REQUIREMENT | Tally up the lines below that contain the word "people" and give the total alone.

DATA UNDER STUDY |
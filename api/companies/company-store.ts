import { and, asc, eq, gt, gte, lte, or, sql } from 'drizzle-orm';
import { alias } from 'drizzle-orm/sqlite-core';
import { type Address, type TradeAccount } from '@shared/contracts/trade-accounts';
import { type Db } from '../database/open-database';
import {
  accountBalances,
  addresses,
  auditRows,
  companies,
  exemptionCertificates,
  fabricators,
  people,
  tradeAccounts,
} from '../database/schema/companies';

const dealers = alias(companies, 'dealers');
const makers = alias(companies, 'makers');

export type TradeAccountRow = typeof tradeAccounts.$inferSelect & { dealerName: string; fabricatorName: string };

/** Rows of companies, trade accounts, their balances and the ship-to books. */
export function companyStore(db: Db) {
  const accountColumns = {
    account: tradeAccounts,
    dealerName: sql<string>`${dealers.name}`.as('dealer_name'),
    fabricatorName: sql<string>`${makers.name}`.as('fabricator_name'),
  };
  const accounts = () =>
    db
      .select(accountColumns)
      .from(tradeAccounts)
      .innerJoin(dealers, eq(dealers.id, tradeAccounts.dealerId))
      .innerJoin(makers, eq(makers.id, tradeAccounts.fabricatorId));
  const flat = (row: { account: typeof tradeAccounts.$inferSelect; dealerName: string; fabricatorName: string }): TradeAccountRow => ({
    ...row.account,
    dealerName: row.dealerName,
    fabricatorName: row.fabricatorName,
  });

  // Asked for by every price, order and credit check: built once.
  const id = sql.placeholder('id');
  const companyById = db.select().from(companies).where(eq(companies.id, id)).prepare();
  const fabricatorById = db.select().from(fabricators).where(eq(fabricators.companyId, id)).prepare();
  const accountById = accounts().where(eq(tradeAccounts.id, id)).prepare();
  const balancesById = db.select().from(accountBalances).where(eq(accountBalances.tradeAccountId, id)).prepare();
  const addition = (column: 'receivableMinor' | 'unappliedMinor' | 'reservedMinor') =>
    sql`${accountBalances[column]} + ${sql.placeholder(column)}`;
  const addToBalances = db
    .update(accountBalances)
    .set({
      receivableMinor: addition('receivableMinor'),
      unappliedMinor: addition('unappliedMinor'),
      reservedMinor: addition('reservedMinor'),
    })
    .where(eq(accountBalances.tradeAccountId, id))
    .prepare();
  const addressOf = db
    .select()
    .from(addresses)
    .where(and(eq(addresses.id, id), eq(addresses.companyId, sql.placeholder('companyId'))))
    .prepare();
  const certificate = db
    .select()
    .from(exemptionCertificates)
    .where(
      and(
        eq(exemptionCertificates.dealerId, id),
        eq(exemptionCertificates.jurisdiction, sql.placeholder('jurisdiction')),
        lte(exemptionCertificates.validFrom, sql.placeholder('on')),
        gte(exemptionCertificates.validUntil, sql.placeholder('on')),
      ),
    )
    .prepare();
  const recordChange = db
    .insert(auditRows)
    .values({
      companyId: sql.placeholder('companyId'),
      personId: sql.placeholder('personId'),
      at: sql.placeholder('at'),
      action: sql.placeholder('action'),
      subjectKind: sql.placeholder('subjectKind'),
      subjectId: sql.placeholder('subjectId'),
      before: sql.placeholder('before'),
      after: sql.placeholder('after'),
      reason: sql.placeholder('reason'),
    })
    .prepare();
  const tradeAccount = (accountId: string): TradeAccountRow | undefined => {
    const row = accountById.get({ id: accountId });
    return row && flat(row);
  };

  return {
    company: (companyId: string) => companyById.get({ id: companyId }),

    fabricator: (companyId: string) => fabricatorById.get({ id: companyId }),

    allFabricators: () =>
      db.select().from(fabricators).innerJoin(companies, eq(companies.id, fabricators.companyId)).orderBy(asc(companies.name)).all(),

    /** A trade account of this company, on either side of it. */
    tradeAccountOf: (companyId: string, accountId: string): TradeAccountRow | undefined => {
      const row = tradeAccount(accountId);
      return row && (row.dealerId === companyId || row.fabricatorId === companyId) ? row : undefined;
    },

    tradeAccount,

    openAccountsOfDealer: (dealerId: string): TradeAccountRow[] =>
      accounts()
        .where(and(eq(tradeAccounts.dealerId, dealerId), eq(tradeAccounts.state, 'open')))
        .orderBy(asc(makers.name))
        .all()
        .map(flat),

    /** Up to `limit` accounts of a company after (name of the other side, id). */
    tradeAccountsOf: (companyId: string, after: [string, string] | undefined, limit: number): (TradeAccountRow & { other: string })[] => {
      const other = sql<string>`case when ${tradeAccounts.dealerId} = ${companyId} then ${makers.name} else ${dealers.name} end`;
      return accounts()
        .where(
          and(
            or(eq(tradeAccounts.dealerId, companyId), eq(tradeAccounts.fabricatorId, companyId)),
            after ? sql`(${other}, ${tradeAccounts.id}) > (${after[0]}, ${after[1]})` : undefined,
          ),
        )
        .orderBy(other, asc(tradeAccounts.id))
        .limit(limit)
        .all()
        .map((row) => ({ ...flat(row), other: row.account.dealerId === companyId ? row.fabricatorName : row.dealerName }));
    },

    changeTradeAccount: (accountId: string, change: Partial<Pick<TradeAccountRow, 'limitMinor' | 'onHold' | 'countsFrom'>>) =>
      db.update(tradeAccounts).set(change).where(eq(tradeAccounts.id, accountId)).run(),

    /** @throws Error when the account has no balances: each account is made with them */
    balances: (accountId: string): typeof accountBalances.$inferSelect => {
      const found = balancesById.get({ id: accountId });
      if (!found) throw new Error(`no balances of trade account ${accountId}`);
      return found;
    },

    /** Adds signed minor units to the cached balances; the database refuses what would fall below zero. */
    addToBalances: (accountId: string, change: { receivableMinor?: number; unappliedMinor?: number; reservedMinor?: number }) =>
      addToBalances.run({ receivableMinor: 0, unappliedMinor: 0, reservedMinor: 0, ...change, id: accountId }),

    addressOf: (companyId: string, addressId: string) => addressOf.get({ id: addressId, companyId }),

    firstAddressOf: (companyId: string) =>
      db.select().from(addresses).where(eq(addresses.companyId, companyId)).orderBy(asc(addresses.position)).limit(1).get(),

    addressesOf: (companyId: string, afterPosition: number, limit: number) =>
      db
        .select()
        .from(addresses)
        .where(and(eq(addresses.companyId, companyId), gt(addresses.position, afterPosition)))
        .orderBy(asc(addresses.position))
        .limit(limit)
        .all(),

    /** The exemption certificate of a dealer for a jurisdiction in force on a day. */
    certificate: (dealerId: string, jurisdiction: string, on: string) => certificate.get({ id: dealerId, jurisdiction, on }),

    companiesAfter: (after: [string, string] | undefined, limit: number) =>
      db
        .select({
          company: companies,
          people: sql<number>`(select count(*) from ${people} where ${people.companyId} = ${companies.id})`,
          tradeAccounts: sql<number>`(select count(*) from ${tradeAccounts} where ${tradeAccounts.dealerId} = ${companies.id} or ${tradeAccounts.fabricatorId} = ${companies.id})`,
        })
        .from(companies)
        .where(after ? sql`(${companies.name}, ${companies.id}) > (${after[0]}, ${after[1]})` : undefined)
        .orderBy(asc(companies.name), asc(companies.id))
        .limit(limit)
        .all(),

    /** Who changed what, before and after. */
    recordChange: (row: Required<Omit<typeof auditRows.$inferInsert, 'id'>>) => recordChange.run(row),
  };
}

export const tradeAccountOnWire = (row: TradeAccountRow): TradeAccount => ({
  id: row.id,
  dealer: { id: row.dealerId, name: row.dealerName },
  fabricator: { id: row.fabricatorId, name: row.fabricatorName },
  currency: row.currency,
  state: row.state,
  tier: row.tier,
  terms: row.terms,
  onHold: row.onHold,
  countsFrom: row.countsFrom,
  graceDays: row.graceDays,
});

export const addressOnWire = (
  row: typeof addresses.$inferSelect,
  certificate: typeof exemptionCertificates.$inferSelect | undefined,
): Address => ({
  id: row.id,
  label: row.label,
  lines: row.lines,
  town: row.town,
  region: row.region,
  postcode: row.postcode,
  country: row.country,
  jurisdiction: row.jurisdiction,
  zone: row.zone,
  altitude: row.altitudeM,
  exempt: certificate ? { certificate: certificate.certificate, until: certificate.validUntil } : null,
});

OUTPUT BELOW | 2